Anche in questo caso si tratta di un cambiamento dei luoghi e tempi di lavoro che era già in atto. Il modello fondato su fabbriche e uffici era già in forte tensione tra la spinta centrifuga verso il lavoro individualizzato su domanda e quella centripeta che concentra innovazione e potenza di calcolo al centro dell’organizzazione di impresa.

Si tratta di una accelerazione di processi di esternalizzazione e di individualizzazione del lavoro già presenti e resi possibili da un diverso e più intenso utilizzo delle tecnologie digitali.

Elemento caratterizzante di questa riorganizzazione è che le tradizionali forme di controllo sul lavoro, dall’assegnazione dei compiti, alle modalità di esecuzione delle attività e al controllo delle prestazioni sono affidate a dispositivi digitali del tutto analoghi a quelli utilizzati dalle grandi piattaforme di intermediazione digitale dei “lavoretti”.

Anche l’organizzazione del lavoro cooperativo di tipo orizzontale viene incorporata nel dispositivo digitale che diventa l’intermediario non solo tra chi lavora e i sistemi aziendali di governo del lavoro, ma anche con gli altri lavoratori che con lui sono chiamati a cooperare.

Conoscere e analizzare le forme del lavoro digitale ha quindi una rilevanza politica che va molto al di là della rilevanza quantitativa (che pure è notevole) e della marginalità sociale dei “lavoretti”, ma consente di comprendere le tendenze dell’organizzazione del lavoro “in generale”.

 

Le nuove forme del conflitto

A questa forma del lavoro corrispondono prime esperienze di lotta e di organizzazione politica del lavoro.

Le prime riguardano l’estensione ai “lavoretti” di forme di tutela tradizionali del lavoro. SI tratta di conflitti molto duri in cui le piattaforme sono disposte a tutto per difendere il carattere apparentemente indipendente del lavoro da loro organizzato.

O la difesa, per il lavoro da remoto, delle forme del lavoro dipendente in presenza (che non è la simulazione da remoto del lavoro in presenza).

Un altro insieme di esperienze di contrasto è quello di richiamare motivazioni originarie del lavoro cooperativo, e immaginare piattaforme a servizio di queste forme di cooperazione sociale.

Per descriverle possiamo utilizzare lo slogan “un’altra piattaforma è possibile”. Il rischio è quello di progettare la coesistenza di piccole esperienza con l’egemonia delle grandi piattaforme. Con l’incorporazione tendenziale in queste di nuove forme di socialità.
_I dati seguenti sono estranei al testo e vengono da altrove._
// SPDX-License-Identifier: GPL-2.0-or-later
#include "model/harmonic_route.h"

#include <algorithm>
#include <array>
#include <cmath>
#include <map>
#include <numeric>

#include "base/error.h"
#include "base/interrupt.h"
#include "model/basis_error.h"
#include "model/component_maps.h"
#include "model/component_transforms.h"
#include "model/transform_plan.h"
#include "sphere/fill.h"
#include "sphere/harmonics.h"
#include "sphere/regrid.h"
#include "sphere/rotation.h"

namespace foreglow {
namespace {

constexpr double negligible_window = 1e-7;  // a channel's a_lm end where its beam falls below this

std::vector<BandSum> bands_of(const std::vector<Channel>& channels) {
    std::vector<BandSum> bands;
    bands.reserve(channels.size());
    for (const Channel& channel : channels)
        bands.push_back(channel.band);
    return bands;
}

std::vector<const Alm*> pointers_to(const std::vector<Alm>& alms) {
    std::vector<const Alm*> pointers;
    pointers.reserve(alms.size());
    for (const Alm& alm : alms)
        pointers.push_back(&alm);
    return pointers;
}

std::vector<const Alm*> pointers_to(const std::vector<AlmEB>& alms, Alm AlmEB::*part) {
    std::vector<const Alm*> pointers;
    pointers.reserve(alms.size());
    for (const AlmEB& alm : alms)
        pointers.push_back(&(alm.*part));
    return pointers;
}

int last_l(std::span<const double> window) {
    std::size_t l = window.size();
    while (l > 1 && std::abs(window[l - 1]) < negligible_window)
        --l;
    return static_cast<int>(l) - 1;
}

constexpr double strip_bytes = 0.5e9;
constexpr std::size_t plain_group = 16;  // channels whose maps are held at once where none can be combined

// Components by frequency: the middle one, the outermost two, the others.
std::vector<std::size_t> outward_order(const SpectralBasis& basis) {
    std::vector<std::size_t> order(basis.components.size());
    std::iota(order.begin(), order.end(), std::size_t{0});
    std::stable_sort(order.begin(), order.end(), [&](std::size_t a, std::size_t b) {
        return basis.components[a].hz.front() < basis.components[b].hz.front();
    });
    std::rotate(order.begin(), order.begin() + static_cast<std::ptrdiff_t>(order.size() / 2), order.end());
    // Now: middle, upwards to the last, the first, upwards. The last and the first come next.
    const auto last = static_cast<std::ptrdiff_t>(order.size() - 1 - order.size() / 2);
    if (last > 0) std::rotate(order.begin() + 1, order.begin() + last, order.end());
    return order;
}

}  // namespace

HarmonicRoute::HarmonicRoute(const SkyModel& sky, std::vector<Channel> channels,
                             const HarmonicOptions& options, Progress& progress)
    : grid_(sky.grid), sky_frame_(sky.frame), channels_(std::move(channels)), options_(options) {
    FOREGLOW_EXPECTS(!channels_.empty());
    windows_.reserve(channels_.size());
    for (const Channel& channel : channels_)
        windows_.push_back(channel_window(channel, options));
    // Basis, transforms and skeletons share the accuracy: 0.3^2 + 0.5^2 + 0.7^2 < 0.92^2. The last costs most
    // to lower.
    progress.begin("choosing component maps");
    make_bases(sky, 0.3 * options.accuracy);
    progress.end();
    transform_components(sky, progress);
    turn_components(progress);
    progress.begin("finding skeleton channels");
    find_skeletons(0.7 * options.accuracy);
    progress.end();
    const BasisErrors basis_errors = measure_basis_errors(sky, channels_, intensity_basis_,
                                                          options.polarized ? &polarized_basis_ : nullptr);
    for (std::size_t c = 0; c < channels_.size(); ++c) {
        const double rank =
            std::max(intensity_rank_.errors[c], options.polarized ? polarized_rank_.errors[c] : 0.0);
        errors_.push_back(std::hypot(basis_errors.relative[c], report_.transform_error, rank));
    }
}

void HarmonicRoute::make_bases(const SkyModel& sky, double tolerance) {
    const auto bands = bands_of(channels_);
    intensity_basis_ = make_intensity_basis(sky, bands, tolerance);
    report_.intensity_components = intensity_basis_.components.size();
    if (!options_.polarized) return;
    polarized_basis_ = polarization_shares_law(sky) && !sky.nodes
                           ? intensity_basis_
                           : make_polarized_basis(sky, bands, tolerance);
    report_.polarized_components = polarized_basis_.components.size();
}

void HarmonicRoute::transform_components(const SkyModel& sky, Progress& progress) {
    const TransformPlan plan(grid_, options_.lmax, 0.5 * options_.accuracy, collect_windows(windows_));
    const auto total = static_cast<std::int64_t>(report_.intensity_components + report_.polarized_components);
    progress.begin("transforming component maps", total);
    std::int64_t done = 0;
    intensity_alms_ = analyse_components<Alm>(plan, intensity_basis_, [&](const BandSum& component) {
        auto map = make_intensity_component(sky, component);
        if (!filled_intensity_) filled_intensity_.emplace(grid_, sky_frame_, map, narrowest_beam());
        if (filled_intensity_->any()) fill_undefined(grid_, map);
        progress.step(++done);
        return ComponentTransforms<Alm>::Columns{std::move(map)};
    });
    if (!options_.polarized) return progress.end();
    polarized_alms_ = analyse_components<AlmEB>(plan, polarized_basis_, [&](const BandSum& component) {
        auto maps = make_polarized_component(sky, component);
        if (!filled_polarization_) filled_polarization_.emplace(grid_, sky_frame_, maps.q, narrowest_beam());
        if (filled_polarization_->any()) {
            fill_undefined(grid_, maps.q);
            fill_undefined(grid_, maps.u);
        }
        progress.step(++done);
        return ComponentTransforms<AlmEB>::Columns{std::move(maps.q), std::move(maps.u)};
    });
    progress.end();
}

template <class Coefficients, class MakeMaps>
std::vector<Coefficients> HarmonicRoute::analyse_components(const TransformPlan& plan,
                                                            const SpectralBasis& basis,
                                                            const MakeMaps& make_maps) {
    std::vector<Coefficients> alms(basis.components.size());
    for (const bool refine_all : {false, true}) {
        ComponentTransforms<Coefficients> transforms(plan, refine_all);
        bool reached = true;
        for (const std::size_t k : outward_order(basis)) {
            check_interrupt();
            auto alm = transforms.add(make_maps(basis.components[k]));
            if (!(reached = alm.has_value())) break;
            alms[k] = std::move(*alm);
        }
        if (!reached) continue;
        report_.add(transforms.state());
        return alms;
    }
    return alms;  // not reached: nothing is begun again where every component is refined
}

// Rotation costs far more than the other steps and commutes with round beams: the few components are turned,
// not the channels.
void HarmonicRoute::turn_components(Progress& progress) {
    if (options_.frame == sky_frame_) return;
    progress.begin("turning component maps to " + to_text(options_.frame));
    for (std::size_t k = 0; k < std::max(intensity_alms_.size(), polarized_alms_.size()); ++k) {
        check_interrupt();
        const bool has_both = k < intensity_alms_.size() && k < polarized_alms_.size();
        if (has_both)
            rotate_alm(intensity_alms_[k], polarized_alms_[k], sky_frame_, options_.frame);
        else if (k < intensity_alms_.size())
            rotate_alm(intensity_alms_[k], sky_frame_, options_.frame);
        else
            rotate_alm(polarized_alms_[k], sky_frame_, options_.frame);
    }
    progress.end();
}

void HarmonicReport::add(const TransformState& state) {
    iterations = std::max(iterations, state.iterations);
    refined += state.refined;
    transform_error = std::max(transform_error, state.relative_error);
    worst_cl_ratio = std::max(worst_cl_ratio, state.worst_cl_ratio);
    converged = converged && state.converged;
}

void HarmonicRoute::find_skeletons(double tolerance) {
    std::vector<std::vector<double>> temperature, polarization;
    for (const BeamWindow& window : windows_) {
        temperature.push_back(window.temperature);
        polarization.push_back(window.polarization);
    }
    intensity_rank_ =
        make_joint_rank(component_spectra(intensity_alms_), intensity_basis_.weights, temperature, tolerance);
    report_.intensity_skeletons = intensity_rank_.skeletons.size();
    report_.rank_error = *std::max_element(intensity_rank_.errors.begin(), intensity_rank_.errors.end());
    if (!intensity_rank_.is_plain) {
        std::vector<Alm> skeletons;
        for (const std::size_t channel : intensity_rank_.skeletons)
            skeletons.push_back(intensity_alm(channel));
        intensity_alms_ = std::move(skeletons);
    }
    if (!options_.polarized) return;
    polarized_rank_ = make_joint_rank(component_spectra(polarized_alms_), polarized_basis_.weights,
                                      polarization, tolerance);
    report_.polarized_skeletons = polarized_rank_.skeletons.size();
    report_.rank_error = std::max(
        report_.rank_error, *std::max_element(polarized_rank_.errors.begin(), polarized_rank_.errors.end()));
    if (polarized_rank_.is_plain) return;
    std::vector<AlmEB> skeletons;
    for (const std::size_t channel : polarized_rank_.skeletons)
        skeletons.push_back(polarized_alm(channel));
    polarized_alms_ = std::move(skeletons);
}

Alm HarmonicRoute::intensity_alm(std::size_t channel) const {
    Alm alm = combine_alms(pointers_to(intensity_alms_), intensity_basis_.weights, channel);
    multiply_by_l(alm, windows_[channel].temperature);
    return alm;
}

AlmEB HarmonicRoute::polarized_alm(std::size_t channel) const {
    AlmEB alm{combine_alms(pointers_to(polarized_alms_, &AlmEB::e), polarized_basis_.weights, channel),
              combine_alms(pointers_to(polarized_alms_, &AlmEB::b), polarized_basis_.weights, channel)};
    multiply_by_l(alm.e, windows_[channel].polarization);
    multiply_by_l(alm.b, windows_[channel].polarization);
    return alm;
}

std::size_t HarmonicRoute::group_size() const {
    const bool plain = intensity_rank_.is_plain || (options_.polarized && polarized_rank_.is_plain);
    return plain ? plain_group : channels_.size();
}

std::int64_t HarmonicRoute::strip_pixels() const {
    const auto held = [&](const JointRank& rank) {
        return rank.is_plain ? std::min(plain_group, channels_.size()) : rank.skeletons.size();
    };
    const std::size_t maps = held(intensity_rank_) + (options_.polarized ? 2 * held(polarized_rank_) : 0);
    return std::max<std::int64_t>(1 << 18,
                                  static_cast<std::int64_t>(strip_bytes / (8.0 * static_cast<double>(maps))));
}

SkeletonStrip HarmonicRoute::make_strip(const RingStrip& strip, std::size_t first, std::size_t count) const {
    const auto n = static_cast<std::size_t>(pixel_count(grid_, strip));
    SkeletonStrip out;
    out.first_channel = first;
    const auto serve = [&](const JointRank& rank) {
        std::vector<std::size_t> channels = rank.skeletons;
        if (rank.is_plain)
            channels.assign(rank.skeletons.begin() + static_cast<std::ptrdiff_t>(first),
                            rank.skeletons.begin() + static_cast<std::ptrdiff_t>(first + count));
        return channels;
    };
    const auto intensity = serve(intensity_rank_);
    for (std::size_t r = 0; r < intensity.size(); ++r) {
        const int last = last_l(windows_[intensity[r]].temperature);
        out.i.emplace_back(n);
        if (intensity_rank_.is_plain)
            synthesize_strip(intensity_alm(intensity[r]), grid_, strip, out.i.back(), last);
        else
            synthesize_strip(intensity_alms_[r], grid_, strip, out.i.back(), last);
    }
    if (options_.polarized) {
        const auto polarized = serve(polarized_rank_);
        for (std::size_t r = 0; r < polarized.size(); ++r) {
            const int last = last_l(windows_[polarized[r]].polarization);
            out.q.emplace_back(n);
            out.u.emplace_back(n);
            if (polarized_rank_.is_plain)
                synthesize_strip_spin2(polarized_alm(polarized[r]), grid_, strip, out.q.back(), out.u.back(),
                                       last);
            else
                synthesize_strip_spin2(polarized_alms_[r], grid_, strip, out.q.back(), out.u.back(), last);
        }
    }
    mark_undefined(strip, first, count, out);
    return out;
}

void HarmonicRoute::make_pixels(const SkeletonStrip& strip, std::size_t channel, std::size_t begin,
                                std::size_t end, std::span<const std::span<double>> out) const {
    FOREGLOW_EXPECTS(out[0].size() == end - begin && out.size() == (options_.polarized ? 3U : 1U));
    combine_skeletons(intensity_rank_, strip.i, channel, strip.first_channel, begin, out[0]);
    const std::size_t place = channel - strip.first_channel;
    if (!strip.undefined_i.empty()) undefine_marked(strip.undefined_i[place], begin, out[0]);
    if (out.size() == 1) return;
    combine_skeletons(polarized_rank_, strip.q, channel, strip.first_channel, begin, out[1]);
    combine_skeletons(polarized_rank_, strip.u, channel, strip.first_channel, begin, out[2]);
    if (strip.undefined_p.empty()) return;
    undefine_marked(strip.undefined_p[place], begin, out[1]);
    undefine_marked(strip.undefined_p[place], begin, out[2]);
}

ChannelMaps HarmonicRoute::make_channel(std::size_t channel) const {
    const RingStrip whole{0, grid_.ring_count(), false};
    const auto n = static_cast<std::size_t>(grid_.npix());
    const SkeletonStrip strip = make_strip(whole, channel, 1);
    ChannelMaps maps;
    maps.i.resize(n);
    if (options_.polarized) {
        maps.q.resize(n);
        maps.u.resize(n);
    }
    const std::array<std::span<double>, 3> columns{maps.i, maps.q, maps.u};
    make_pixels(strip, channel, 0, n, {columns.data(), options_.polarized ? 3U : 1U});
    return maps;
}

Angle HarmonicRoute::narrowest_beam() const {
    Angle narrowest = Angle::from_degrees(180);
    for (const BeamWindow& window : windows_)
        narrowest = std::min(narrowest, equivalent_fwhm(window, grid_));
    return narrowest;
}

void HarmonicRoute::mark_undefined(const RingStrip& strip, std::size_t first, std::size_t count,
                                   SkeletonStrip& out) const {
    const auto mark = [&](const FilledShare& share, std::vector<std::vector<std::uint8_t>>& marks) {
        std::map<double, std::vector<std::uint8_t>> of_width;  // channels often share a beam
        for (std::size_t c = first; c < first + count; ++c) {
            const Angle fwhm = equivalent_fwhm(windows_[c], grid_);
            auto& found = of_width[fwhm.radians()];
            if (found.empty())
                for (const double s : share.on_strip(fwhm, options_.frame, strip))
                    found.push_back(s > largest_filled_share ? 1 : 0);
            marks.push_back(found);
        }
    };
    if (filled_intensity_->any()) mark(*filled_intensity_, out.undefined_i);
    if (filled_polarization_ && filled_polarization_->any()) mark(*filled_polarization_, out.undefined_p);
}

}  // namespace foreglow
Le più promettenti assumono come oggetto del conflitto la materia prima. Che sono i dati digitali, la loro proprietà, accessibilità, conoscibilità.

E qui vanno contrastate le rivendicazioni di proprietà individuale sui dati prodotti, basate su una cattiva interpretazione della legislazione sulla privacy, e valorizzate invece quelle che reclamano per i dati digitali prodotti (inclusi quelli generati dalla sterminata platea di sensori disseminati nelle nostre città e non solo) regimi di proprietà pubblica e/o comune.

Infine, rispetto all’estensione del lavoro da remoto individualizzato, contro questa “solitudine” del lavoro, serve la capacità di immaginare e organizzare nuovi spazi di lavoro che aiutino a unificare ciò che appare estremamente parcellizzato, ma che ha alla sua base una nuova e inedita uniformità nella forma e nelle condizioni del lavoro.

Occorre progettare e introdurre una terza possibilità tra lavoro in azienda e lavoro da casa. Non semplici spazi di coworking, come già esistono in molte città italiane, ma luoghi dove siano possibili processi di ricomposizione sociale.

L’obiettivo è quello di favorire una ricomposizione più ampia, che è quella tra lavoro dipendente e lavoro autonomo, qui accumunati da una stessa forma di prestazione lavorativa, capace di svelare sia la falsa autonomia del lavoro indipendente, sia la falsa sicurezza del lavoro dipendente.

È nel lavorare insieme che il lavoro ha costruito la coscienza della propria funzione sociale e politica. Oggi che al lavoro viene sottratto il luogo in cui riconoscersi reciprocamente, occorre intenzionalmente progettare e organizzare altrove questa possibilità.

 

* Intervento per la sessione “L’egemonia delle piattaforme” del convegno “Rileggere il Capitale”, organizzato da ARS e CRS.